*Assigned task*
Reproduce the first line of the entries that follow and each later line, word for word, ending with the one containing "private final Path log;".

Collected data
==========

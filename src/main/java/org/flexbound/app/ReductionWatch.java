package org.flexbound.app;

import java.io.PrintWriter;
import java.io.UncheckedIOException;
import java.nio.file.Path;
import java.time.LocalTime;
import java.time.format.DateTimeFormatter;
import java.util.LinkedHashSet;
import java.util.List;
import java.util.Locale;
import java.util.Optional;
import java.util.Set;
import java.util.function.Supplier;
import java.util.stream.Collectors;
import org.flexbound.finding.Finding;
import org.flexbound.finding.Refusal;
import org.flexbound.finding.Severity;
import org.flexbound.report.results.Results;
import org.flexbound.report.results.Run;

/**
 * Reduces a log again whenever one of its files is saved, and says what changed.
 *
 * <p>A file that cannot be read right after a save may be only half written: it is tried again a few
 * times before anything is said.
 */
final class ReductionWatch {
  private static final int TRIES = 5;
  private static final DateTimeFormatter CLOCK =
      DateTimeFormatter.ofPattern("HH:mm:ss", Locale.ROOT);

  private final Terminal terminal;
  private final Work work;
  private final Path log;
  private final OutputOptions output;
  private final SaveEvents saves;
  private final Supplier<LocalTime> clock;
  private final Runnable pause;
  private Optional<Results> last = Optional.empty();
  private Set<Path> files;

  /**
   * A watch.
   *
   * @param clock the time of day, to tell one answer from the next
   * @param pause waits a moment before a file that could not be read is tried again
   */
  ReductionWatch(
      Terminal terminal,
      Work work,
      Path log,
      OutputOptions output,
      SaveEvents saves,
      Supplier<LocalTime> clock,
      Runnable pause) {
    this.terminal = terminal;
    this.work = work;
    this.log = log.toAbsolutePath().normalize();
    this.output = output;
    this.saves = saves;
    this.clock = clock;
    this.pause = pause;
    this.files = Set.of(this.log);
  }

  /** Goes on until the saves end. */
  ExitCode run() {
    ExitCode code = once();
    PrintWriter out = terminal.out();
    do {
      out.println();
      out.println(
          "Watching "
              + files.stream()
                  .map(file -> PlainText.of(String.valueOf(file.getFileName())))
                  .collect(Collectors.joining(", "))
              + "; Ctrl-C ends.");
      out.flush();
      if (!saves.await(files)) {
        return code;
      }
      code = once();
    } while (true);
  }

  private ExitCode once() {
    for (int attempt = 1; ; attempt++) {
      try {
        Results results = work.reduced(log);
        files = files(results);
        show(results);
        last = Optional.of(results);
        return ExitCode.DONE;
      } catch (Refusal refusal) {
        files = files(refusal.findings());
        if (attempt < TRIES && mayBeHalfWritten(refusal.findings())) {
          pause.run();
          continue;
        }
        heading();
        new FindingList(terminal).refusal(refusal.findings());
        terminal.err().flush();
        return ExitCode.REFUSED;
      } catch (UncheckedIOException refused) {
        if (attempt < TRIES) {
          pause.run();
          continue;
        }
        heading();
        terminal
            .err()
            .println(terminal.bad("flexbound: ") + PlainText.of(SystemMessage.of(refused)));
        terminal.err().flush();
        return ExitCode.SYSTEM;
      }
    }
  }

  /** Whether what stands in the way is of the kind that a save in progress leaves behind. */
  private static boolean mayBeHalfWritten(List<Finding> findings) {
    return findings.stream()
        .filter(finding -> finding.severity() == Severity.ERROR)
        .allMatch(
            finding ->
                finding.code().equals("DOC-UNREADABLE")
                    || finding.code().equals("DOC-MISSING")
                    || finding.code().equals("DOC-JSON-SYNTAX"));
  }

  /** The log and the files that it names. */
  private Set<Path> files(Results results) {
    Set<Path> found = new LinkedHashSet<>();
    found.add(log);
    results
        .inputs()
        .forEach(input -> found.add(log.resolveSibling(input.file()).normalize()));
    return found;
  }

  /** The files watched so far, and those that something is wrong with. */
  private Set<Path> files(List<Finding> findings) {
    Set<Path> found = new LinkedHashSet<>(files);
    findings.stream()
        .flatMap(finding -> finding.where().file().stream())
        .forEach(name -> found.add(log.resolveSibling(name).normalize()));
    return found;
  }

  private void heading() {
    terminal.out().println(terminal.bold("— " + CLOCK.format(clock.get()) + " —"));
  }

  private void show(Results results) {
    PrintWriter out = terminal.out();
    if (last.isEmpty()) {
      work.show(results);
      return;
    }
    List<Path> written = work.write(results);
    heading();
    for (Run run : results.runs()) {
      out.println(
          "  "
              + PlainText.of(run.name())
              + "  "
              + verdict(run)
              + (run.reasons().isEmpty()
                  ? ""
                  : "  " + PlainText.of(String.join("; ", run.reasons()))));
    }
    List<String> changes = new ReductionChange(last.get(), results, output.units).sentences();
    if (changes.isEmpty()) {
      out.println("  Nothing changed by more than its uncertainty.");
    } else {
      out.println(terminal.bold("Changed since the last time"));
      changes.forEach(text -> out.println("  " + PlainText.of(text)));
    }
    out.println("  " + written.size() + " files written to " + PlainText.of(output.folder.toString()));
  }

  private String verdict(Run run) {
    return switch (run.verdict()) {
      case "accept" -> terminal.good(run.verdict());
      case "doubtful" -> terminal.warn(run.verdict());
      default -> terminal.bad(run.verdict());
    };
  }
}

==========

*Exercise output*
filename src/main/java/org/flexbound/app/ReductionWatch.java
package org.flexbound.app;

import java.io.PrintWriter;
import java.io.UncheckedIOException;
import java.nio.file.Path;
import java.time.LocalTime;
import java.time.format.DateTimeFormatter;
import java.util.LinkedHashSet;
import java.util.List;
import java.util.Locale;
import java.util.Optional;
import java.util.Set;
import java.util.function.Supplier;
import java.util.stream.Collectors;
import org.flexbound.finding.Finding;
import org.flexbound.finding.Refusal;
import org.flexbound.finding.Severity;
import org.flexbound.report.results.Results;
import org.flexbound.report.results.Run;

/**
 * Reduces a log again whenever one of its files is saved, and says what changed.
 *
 * <p>A file that cannot be read right after a save may be only half written: it is tried again a few
 * times before anything is said.
 */
final class ReductionWatch {
  private static final int TRIES = 5;
  private static final DateTimeFormatter CLOCK =
      DateTimeFormatter.ofPattern("HH:mm:ss", Locale.ROOT);

  private final Terminal terminal;
  private final Work work;
  private final Path log;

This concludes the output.